В понедельник, 27 ноября, Ульяновск простился с известнейшим в городе человеком, профессором Исааком Гринбергом. Он и ушел так, как жил: стараясь не особенно обременять собой других.

Ему шел 81-й год, но Исаак Павлович был настолько молод духом и энергичен, что мало кто верил в эти его годы. Он и общался со всеми на равных, и потому не могло прийти и в голову, что перед тобой настолько пожилой уже человек. С ним можно было шутить, его можно было пытаться разыграть, он мгновенно понимал, в чем дело, отвечал в твоем же стиле, и общение получалось очень легким и простым.

По вечерам, после работы, он читал «Курьер», который выписывал, и ему доставляли его домой. И было у него какое-то инстинктивное чувство грамотности, почему его глаз автоматически отмечал все орфографические ошибки в текстах. Иногда звонил мне домой, и у нас бывал примерно такой диалог:

– Это тот самый Гринберг. Ты ведь знаешь, что я главный зануда в городе?

– Ну, не только в городе, чего уж там, Исаак Павлович, не будем скромничать. Сегодняшний номер взял, какую страницу открывать?

– Открой третью.

– Открыл, где не хватает запятой или, может, где-то лишняя? Я сейчас же и исправлю.

– Да, я у себя уже исправил, и у нас с тобой будет два номера без ошибок.

– Исправляю.

И так далее. На церемонии прощания в Доме офицеров прозвучали слова о принципиальности и обязательности. И вот это – об Исааке Павловиче, сказал человек, знавший Гринберга больше 50 лет.

Мы много раз убеждались и сами, что если Исаак Павлович что-то пообещал, разобьется, но обещание выполнит.

И в мелочах, и в крупном. Для него, впрочем, не было мелочей – в любую проблему он вникал как в главную и вместе с тобой искал ее решение. Но при всей своей принципиальности оставался человеком деликатным, дружелюбным и боялся ранить даже словом. Причем и тех, кто по отношению к нему вел себя бесчестно, а иногда и подло, как это было в случае с кредитом, который он выдал от лица своей фирмы под поручительство хорошо известного ему человека. Человек этот вместе со своим партнером начал потом крутить с возвратом денег, намереваясь, как мы поняли, просто кинуть Гринберга. Ознакомившись с этой историей, мы предложили Исааку Павловичу написать о ней в газете. Ведь это же хамство, убеждали мы его, сказав, что нам нужны документы, мы напишем, а он потом прочитает. Он прочитал и спрашивает:

– А не слишком жестко, они ведь, может, не хотели так?

– Давайте смягчим.

Несмотря на явное хамство заемщиков Исаак Павлович продолжал с ними встречаться, обсуждать отсрочки выплаты долга, подписывать соглашения об этом, потом снова встречаться, подписывать новое соглашение. Притом что речь шла не о тысяче или двух, а о нескольких миллионах, которые ему были позарез нужны. Безграничное терпение и безграничная в его глазах презумпция невиновности кого бы то ни было!
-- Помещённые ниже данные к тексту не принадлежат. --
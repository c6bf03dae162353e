package demo

// Structure is an invented structure, in words a user would type: each quantity
// is text with its unit. A structure states its period, or its stiffness, from
// which the period follows with the weight.
type Structure struct {
	Name      string
	Period    string // natural period, or ""
	Stiffness string // lateral stiffness, or ""
	Weight    string
	Damping   string // fraction of critical
	Height    string // of the mass above the base
	// MaxBaseShear is the capacity.
	MaxBaseShear string
}

// Structures returns the invented structures, in a fixed order.
func Structures() []Structure {
	return []Structure{
		{Name: "Hesperlin school", Period: "0.45s", Weight: "9500kN", Damping: "5%", Height: "10.8m", MaxBaseShear: "2400kN"},
		{Name: "Ythmere water tank", Period: "1.35s", Weight: "640kN", Damping: "1%", Height: "21m", MaxBaseShear: "110kN"},
		{Name: "Vantrosk footbridge", Stiffness: "2.4kN/mm", Weight: "260kN", Damping: "2%", Height: "5.2m", MaxBaseShear: "60kN"},
		{Name: "Skarvell plant frame", Stiffness: "12kN/mm", Weight: "850kN", Damping: "3%", Height: "7.5m", MaxBaseShear: "320kN"},
		{Name: "Culmarra viaduct", Period: "0.9s", Weight: "14000kN", Damping: "5%", Height: "22m", MaxBaseShear: "2600kN"},
	}
}
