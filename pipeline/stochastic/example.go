package stochastic

// Example returns the parameters of an earthquake on stiff ground by magnitude and closest
// distance, as examples and tests need one; the caller sets filters and onset. Values are
// of common practice.
func Example(magnitude, distanceM float64) Params {
	return Params{
		Source: Source{Magnitude: magnitude, StressDropPa: 8e6, ShearVelocityMPS: 3500, DensityKGM3: 2800, Partition: HorizontalPartition},
		Path: Path{DistanceM: EffectiveDistance(magnitude, distanceM), BreakM: 70e3, FarExponent: 0.5,
			Q0: 150, QExponent: 0.5, VelocityMPS: 3500, DurationSPerM: 5e-5},
		Site:   Site{Vs30MPS: 450, KappaS: 0.035},
		Window: StandardWindow(),
	}
}
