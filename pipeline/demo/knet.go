package demo

import (
	"fmt"
	"math"
	"math/rand/v2"
	"strconv"
	"time"
)

// japan is the zone of the stamps in K-NET files, of any region.
var japan = time.FixedZone("JST", 9*60*60)

// The recorder behind the counts: scaleGal gal are scaleCounts counts.
const (
	scaleGal    = 4000
	scaleCounts = 1 << 23
	// recordTimeDelay is what the stamp "Record Time" is late by.
	recordTimeDelay = 15 * time.Second
)

// encodeKNET writes a record as K-NET ASCII, one file for each component. At a
// station with a borehole the directions are the numbers of its two sensors.
func encodeKNET(r *record) []file {
	stem := r.station.code + r.event.origin.In(japan).Format("0601021504")
	var files []file
	for i, c := range r.columns() {
		direction, suffix := c.dashed, ""
		switch {
		case r.place == borehole:
			direction, suffix = strconv.Itoa(i+1), "1"
		case r.station.second == borehole:
			direction, suffix = strconv.Itoa(i+4), "2"
		}
		files = append(files, file{stem + "." + c.compass + suffix, knetFile(r, c, i, direction)})
	}
	return files
}

func knetFile(r *record, c column, i int, direction string) []byte {
	const stamp = "2006/01/02 15:04:05"
	e, s := r.event, r.station
	counts, peakGal := knetCounts(r, c, i)
	var b []byte
	for _, line := range [17][2]string{
		{"Origin Time", e.origin.In(japan).Format(stamp)},
		{"Lat.", number(e.latitude)},
		{"Long.", number(e.longitude)},
		{"Depth. (km)", number(e.depthKM)},
		{"Mag.", fmt.Sprintf("%.1f", e.magnitude)},
		{"Station Code", s.code},
		{"Station Lat.", fmt.Sprintf("%.4f", s.latitude)},
		{"Station Long.", fmt.Sprintf("%.4f", s.longitude)},
		{"Station Height(m)", number(s.elevationM)},
		{"Record Time", r.start.Add(recordTimeDelay).In(japan).Format(stamp)},
		{"Sampling Freq(Hz)", fmt.Sprintf("%dHz", s.rateHz)},
		{"Duration Time(s)", strconv.Itoa(r.durationS())},
		{"Dir.", direction},
		{"Scale Factor", fmt.Sprintf("%d(gal)/%d", scaleGal, scaleCounts)},
		{"Max. Acc. (gal)", fmt.Sprintf("%.3f", peakGal)},
		{"Last Correction", r.start.In(japan).Format(stamp)},
		{"Memo.", "Invented data"},
	} {
		b = fmt.Appendf(b, "%-18s%s\n", line[0], line[1])
	}
	return block(b, len(counts), 8, "\n", func(b []byte, i int) []byte {
		return append(appendScaled(b, counts[i], 0, 8), ' ')
	})
}

// What a sensor adds to the motion before anybody corrects it, in gal: the standard
// deviation of its noise, and how far its zero wanders over a record at most.
const (
	noiseGal = 0.02
	driftGal = 0.3
)

// knetCounts returns the samples as raw counts with the sensor's offset, noise and
// drift, and the peak in gal that is left when the mean of all counts is removed.
func knetCounts(r *record, c column, i int) (counts []int64, peakGal float64) {
	offset := int64(3000 + 7*r.serial()%9000 - 2500*i)
	random := rand.New(rand.NewPCG(uint64(r.event.origin.Unix()), uint64(8*r.serial()+3*int(r.place)+i)))
	drift := driftGal * (2*random.Float64() - 1)
	counts = make([]int64, len(c.motion))
	var sum int64
	for j, v := range c.motion {
		along := float64(j) / float64(len(counts))
		gal := float64(float64(v)*cmps2) + float64(noiseGal*random.NormFloat64()) + float64(drift*along*along)
		counts[j] = offset + int64(math.Round(gal*scaleCounts/scaleGal))
		sum += counts[j]
	}
	mean := float64(sum) / float64(len(counts))
	for _, v := range counts {
		peakGal = max(peakGal, math.Abs(float64(v)-mean))
	}
	return counts, peakGal * scaleGal / scaleCounts
}

// number prints v with as many digits as it has.
func number(v float64) string { return strconv.FormatFloat(v, 'f', -1, 64) }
Исаак Павлович, в чем я совершений убежден, был бы прекрасным мэром города. Был бы прекрасным губернатором. И был бы прекрасным премьером или президентом страны – при его ясном уме, масштабности мышления, не застилающей и отдельную жизнь простого человека, и умении четко структурировать проблемы, как глобальные экономические или политические, так и житейские. Он считал, что здравоохранение должно быть государственным, качественным и бесплатным и что государственное здравоохранение не должно быть хуже частного. Призывал быть бережными с молодежью, которой якобы ничего не надо, хотя она на самом деле сбита с толку взрослыми, говорил он. Его взгляд на все был как компас здравомыслия и соучастия, внимательного и человеколюбивого, кто бы к нему с чем ни обратился. Мало сегодня таких.